Let \(s_i = \Pr [\varsigma (x,y)_i \ne \varsigma (x',y')].\) We have \(s_0,\cdots ,s_{k} = 0, s_{k+t} = 2^{-t}, 1\le t \le n-1-k\). As a result, the DL-probabilities through the modular addition at the i-th bit is given by \(P_i = \Pr [(x\boxplus y)_i \ne (x'\boxplus y')_i], 0\le i \le n-1\), where

$$\begin{aligned} \Pr [(x\boxplus y)_i \ne (x'\boxplus y')_i] = {\left\{ \begin{array}{ll} 0, \quad \quad \ i\le k\\ 2^{-i+k}, \ \hbox {otherwise} \end{array}\right. } \end{aligned}$$
(12)

By rotating the input difference \((\texttt {1}\lll k, 0)\) to the left by one bit, the differential-linear probability for the i-th bit of the output \(\overleftarrow{P_i}\) is equal to \(2^{-i+k+1}\) for \(k+1 < i \le n-1\), and to zero for \(i\le k+1\).

It is obvious that the by rotating the differential-linear probability in Eq. (12), we obtain the probabilities \(\overleftarrow{P_i}\) for all but the least significant bit, where \(\overleftarrow{P_0} = 0\) and \(P_{n-1} = 2^{-n-1+k}\). Nevertheless, the error is negligible if \(n-k\) is large, and it holds for large modular additions such as the 64-bit one adopted in SipHash.

For input differences with Hamming weight more than 1, a similar rotational property can be observed for the \(\boxplus \)-rule in differential-linear. And it gives a straightforward intuition on the rotational property observed in the differential-linear distinguishers of SipHash.

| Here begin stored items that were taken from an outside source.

package carbonate

import (
	"math"
	"testing"
)

// The slow way must not inherit a spoiled ionic strength from the fast one that
// it is called to replace.
func TestBracketStartsAfresh(t *testing.T) {
	k, err := ConstantsAt(288.15)
	if err != nil {
		t.Fatal(err)
	}
	w := Water{Alkalinity: 1e-3}
	w.Totals[Carbon], w.Totals[Calcium] = 1.2e-3, 5e-4
	want, err := k.Solve(w)
	if err != nil {
		t.Fatal(err)
	}
	for _, ionic := range []float64{math.NaN(), -1, 1.9, 50} {
		var p point
		p.start(k, &w.Totals, 0)
		p.ionic = ionic
		if err := p.bracket(carbonGiven, 0, 2*w.Totals[Carbon]-w.Alkalinity); err != nil {
			t.Errorf("ionic strength %g left behind: %v", ionic, err)
		} else if pH := -math.Log10(p.h); !(math.Abs(pH-want.PH) < 1e-9) {
			t.Errorf("ionic strength %g left behind: pH %g, want %g", ionic, pH, want.PH)
		}
	}
}
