package carbonate

// A minor acid takes no part in ion pairs, so its species follow from h and
// the activity coefficients alone.
type minorAcid struct {
	total     Component
	steps     int // dissociation steps, 1 or 3
	topCharge int // charge of the fully protonated species
	reference int // index of the reference species, counted from the fully protonated one
}

// minors lists them in the order of minorConstants.
var minors = [...]minorAcid{
	{Ammonia, 1, 1, 0},
	{Phosphate, 3, 0, 1},
	{Silica, 1, 0, 0},
	{Boron, 1, 0, 0},
	{Fluoride, 1, 0, 1},
	{Chlorine, 1, 0, 0},
	{Acetate, 1, 0, 0},
	{Formate, 1, 0, 0},
	{Citrate, 3, 0, 0},
}

const minorCount = len(minors)

func (k *Constants) minorConstant(which, step int) float64 {
	switch minors[which].total {
	case Ammonia:
		return k.Ammonium
	case Phosphate:
		return k.Phosphoric[step]
	case Silica:
		return k.Silicic
	case Boron:
		return k.Boric
	case Fluoride:
		return k.Fluoric
	case Chlorine:
		return k.HOCl
	case Acetate:
		return k.Acetic
	case Formate:
		return k.Formic
	default:
		return k.Citric[step]
	}
}

// sweepMinors sets the minor acids' alkalinity, ionic strength and slope at
// the present h and activities. Each species is proportional to h to the minus
// protons lost, so the slope of the mean is minus the variance.
func (p *point) sweepMinors() {
	gamma := [4]float64{p.act.g0, p.act.g1, p.act.g2, p.act.g3}
	p.minorAlk, p.minorI2, p.minorSlope = 0, 0, 0
	inv := 1 / p.h
	for i := range minors {
		m := &minors[i]
		total := p.t[m.total]
		terms := [4]float64{1}
		sum := 1.0
		for j := range m.steps {
			from, to := absolute(m.topCharge-j), absolute(m.topCharge-j-1)
			terms[j+1] = terms[j] * p.k.minorConstant(i, j) * inv * gamma[from] / gamma[to]
			sum += terms[j+1]
		}
		mean, square, charge2 := 0.0, 0.0, 0.0
		for j := range m.steps + 1 {
			f := terms[j] / sum
			w := float64(j - m.reference)
			z := float64(m.topCharge - j)
			mean += w * f
			square += w * w * f
			charge2 += z * z * f
		}
		p.minorUnit[i] = mean
		p.minorAlk += total * mean
		p.minorI2 += total * charge2
		p.minorSlope += total * (square - mean*mean)
	}
}

func absolute(z int) int {
	if z < 0 {
		return -z
	}
	return z
}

7 Conclusion and Open Problems

We extend the differential-linear framework by using rotational-xor differentials in the differential part of the framework and we name the resulting cryptanalytic technique as rotational differential-linear cryptanalysis. We give an informal formula to estimate the bias of rotational differential-linear distinguisher under certain assumptions. In particular, we show Morawiecki et al.’s technique can be generalized to estimate the bias of a rotational differential-linear distinguisher whose output linear mask is a unit vector. We apply our method to the permutations involved in FRIET, Xoodoo, Alzette, and SipHash, which leads to significant improvements over existing cryptanalytic results or explanations for previous experimental distinguishers without a theoretical foundation. Finally, we would like to mention that we failed to derive a closed formula for the bias of a rotational differential-linear distinguisher under the sole assumption of the independence between the rotational-xor differential part and linear part. This is left open and the link between rotational-xor differential and linear cryptanalysis we presented in this work can be seen as a first step towards solving this problem.

A natural extension of rotational differential-linear cryptanalysis is to the SPN-type primitives, where one aims at finding a rotational relation that is preserved with a significant probability through the nonlinear Sbox layer. Especially, it is feasible to check all the rotational differences for their transition probabilities in a small-scale Sbox. Comparing to binary and arithmetic operations, our observation is that rotational relations are less likely to preserve in Sboxes, so it is challenging to find good distinguishers in Sbox-based designs. We leave it as an interesting future work.